Route Irish; In Our Name

Route Irish
Mark Womack, Andrea Lowe, John Bishop
Director: Ken Loach

In Our Name
Joanne Froggatt, Mel Raido, Chloe Jayne-Wilkinson
Director: Brian Welsh

The title of Ken Loach's latest film alludes to the road between Baghdad's international airport and the city's heavily protected governmental and embassy district, called the Green Zone. It's on this route that Frankie (John Bishop), a Briton working for a private security contractor, dies in mysterious circumstances. What follows is a conspiracy thriller which sees Frankie's best friend, retired soldier-turned-mercenary Fergus (Mark Womack), trying to piece together the truth behind the deadly event.

True to Loach's political stance, Route Irish is basically a treatise against the West's meddling in Iraq. What's not typical of this Loach film, however, is its abundance of gunfights, bloodshed and explosions, which relegate the human trauma to the background of the story.

It's ironic that the film's most telling moment comes in a confrontation between Fergus and Hakim, a Kurdish musician who Fergus has roped in to make sense of the videos and messages in a cellphone Frankie left behind. When Hakim learns why Fergus is so worked up, he berates him for only caring because a white man is dead. 'How about the Iraqis?' he says, in a comment that could be a spot-on critique of Loach's view.

More nuanced is first-time filmmaker Brian Welsh's In Our Name. What it lacks in budget it makes up with a focused, nuanced look at the problems British soldiers face as they return from duty in Iraq to find their home a strange land, too quiet and cold for their liking.

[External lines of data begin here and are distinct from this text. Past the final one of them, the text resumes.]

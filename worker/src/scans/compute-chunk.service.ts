import { Injectable, Logger } from '@nestjs/common';
import { InjectDataSource } from '@nestjs/typeorm';
import type { DataSource, EntityManager } from 'typeorm';
import { completeIfAllStored, Scan, ScanPoint } from '@sixtyfold/api/database';
import { pointRequest, RequestEvaluator, scanPoints, type ComputeChunkJob, type StoredScanSpec } from '@sixtyfold/shared';

export interface ChunkOutcome {
  scanId: number;
  chunk: number;
  computed: number;
  failed: number;
  skipped?: 'missing' | 'cancelled';
}

type PointRow = Omit<ScanPoint, 'scan'>;

/**
 * Computes one chunk of a scan with the engine and stores it. The rows are written with one
 * INSERT … ON DUPLICATE KEY UPDATE on (scan_id, point_index), and the scan's counters move by
 * the difference the chunk made, in the same transaction: a retried or duplicated chunk
 * overwrites its rows and leaves the counters right.
 */
@Injectable()
export class ComputeChunkService {
  private readonly logger = new Logger('ComputeChunk');
  // The engine has no clock of its own; given this one, a point that runs past its wall-time budget ends as budget_exceeded.
  private readonly engine = new RequestEvaluator({ now: () => performance.now() });

  private readonly pointColumns: { name: string; property: keyof PointRow; primary: boolean; json: boolean }[];

  constructor(@InjectDataSource() private readonly db: DataSource) {
    this.pointColumns = db.getMetadata(ScanPoint).columns.map((c) => ({
      name: c.databaseName,
      property: c.propertyName as keyof PointRow,
      primary: c.isPrimary,
      json: c.type === 'json',
    }));
  }

  async run(job: ComputeChunkJob, progress: (fraction: number) => Promise<void> | void = () => undefined): Promise<ChunkOutcome> {
    const scan = await this.db.getRepository(Scan).findOneBy({ id: job.scanId });
    if (!scan) return { scanId: job.scanId, chunk: job.chunk, computed: 0, failed: 0, skipped: 'missing' };
    if (scan.status === 'cancelled') return { scanId: job.scanId, chunk: job.chunk, computed: 0, failed: 0, skipped: 'cancelled' };
    await this.db
      .createQueryBuilder()
      .update(Scan)
      .set({ status: 'running', startedAt: () => 'CURRENT_TIMESTAMP(3)' })
      .where('id = :id AND status = :queued', { id: scan.id, queued: 'queued' })
      .execute();

    const spec = scan.spec as unknown as StoredScanSpec;
    const points = scanPoints(spec);
    const rows: PointRow[] = [];
    const now = new Date();
    for (let i = job.start; i < job.end; i++) {
      const inputs = points.point(i);
      const result = this.engine.evaluate(pointRequest(spec, spec.potentialSource, inputs));
      const ok = result.status === 'ok';
      rows.push({
        scanId: scan.id,
        pointIndex: i,
        inputs,
        status: result.status,
        failureReason: ok ? null : result.message.slice(0, 500),
        ns: result.ns,
        r: result.r,
        alphaS: result.alphaS,
        As: result.As,
        amplitudeScale: result.amplitudeScale,
        nTotal: Number.isFinite(result.nTotal) ? result.nTotal : null,
        nStar: result.nStar,
        phiStar: result.phiStar,
        phiEnd: result.phiEnd,
        energyScaleGeV: result.energyScaleGeV,
        computedAt: now,
      });
      if ((i - job.start) % 250 === 249) {
        await progress((i - job.start + 1) / (job.end - job.start));
        // A cancelled scan stops between points, and nothing of this chunk is written.
        if (await this.cancelled(scan.id)) return { scanId: scan.id, chunk: job.chunk, computed: 0, failed: 0, skipped: 'cancelled' };
      }
    }
    const stored = await this.db.transaction((tx) => this.store(tx, scan.id, job, rows));
    if (!stored) return { scanId: scan.id, chunk: job.chunk, computed: 0, failed: 0, skipped: 'cancelled' };
    const failed = rows.filter((r) => r.status !== 'ok').length;
    return { scanId: scan.id, chunk: job.chunk, computed: rows.length - failed, failed };
  }

  private async cancelled(scanId: number): Promise<boolean> {
    const row = await this.db.getRepository(Scan).findOne({ where: { id: scanId }, select: { id: true, status: true } });
    return !row || row.status === 'cancelled';
  }

  /** Writes the chunk unless the scan was cancelled or deleted meanwhile; false when skipped. */
  private async store(tx: EntityManager, scanId: number, job: ComputeChunkJob, rows: PointRow[]): Promise<boolean> {
    // The scan row first: every chunk of a scan takes its lock in the same order, and a cancel
    // (which updates this row) is either before this check or after this chunk's commit.
    const [scanRow] = await tx.query('SELECT status FROM scans WHERE id = ? FOR UPDATE', [scanId]);
    if (!scanRow || scanRow.status === 'cancelled') return false;
    // What an earlier attempt of this chunk stored; after the write the range holds exactly `rows`.
    const [before] = await tx.query(
      `SELECT COALESCE(SUM(status = 'ok'), 0) AS ok, COALESCE(SUM(status <> 'ok'), 0) AS bad
         FROM scan_points WHERE scan_id = ? AND point_index >= ? AND point_index < ? FOR UPDATE`,
      [scanId, job.start, job.end],
    );
    const { sql, parameters } = this.upsert(rows);
    await tx.query(sql, parameters);
    const ok = rows.filter((r) => r.status === 'ok').length;
    await tx.query(
      `UPDATE scans SET done_points = done_points + ?, failed_points = failed_points + ? WHERE id = ?`,
      [ok - Number(before.ok), rows.length - ok - Number(before.bad), scanId],
    );
    await completeIfAllStored(tx, scanId);
    this.logger.debug(`scan ${scanId} chunk ${job.chunk}: ${rows.length} points stored`);
    return true;
  }

  /**
   * One INSERT … ON DUPLICATE KEY UPDATE for the whole chunk, with the columns taken from the
   * entity's metadata. Written out here rather than with the query builder, which spent as long
   * preparing a chunk's statement as MariaDB took to run it (see DEVELOPERS.md).
   */
  private upsert(rows: PointRow[]): { sql: string; parameters: unknown[] } {
    const columns = this.pointColumns;
    const tuple = `(${columns.map(() => '?').join(', ')})`;
    const sql =
      `INSERT INTO scan_points (${columns.map((c) => `\`${c.name}\``).join(', ')}) VALUES ${rows.map(() => tuple).join(', ')}` +
      ` ON DUPLICATE KEY UPDATE ${columns.filter((c) => !c.primary).map((c) => `\`${c.name}\` = VALUES(\`${c.name}\`)`).join(', ')}`;
    const parameters = rows.flatMap((row) => columns.map((c) => (c.json ? JSON.stringify(row[c.property]) : row[c.property])));
    return { sql, parameters };
  }

}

At the centre of Welsh's film is Suzy (Joanne Froggatt), who has just returned from a 14-month tour in Basra. While her appearance suggests otherwise, she suffers from nightmares and paranoia.

Froggatt gives an astounding performance as the troubled Suzy, relaying precisely the anguish of not being able to exorcise her demons while having to put on a forced fa?ade so as to keep her own military career on course.

In Our Name is much more layered than Route Irish, a film that feels undercooked when compared to Loach's other work.

Extras: no extras for Route Irish; feature commentary from Welsh and producer Michelle Eastwood for In Our Name.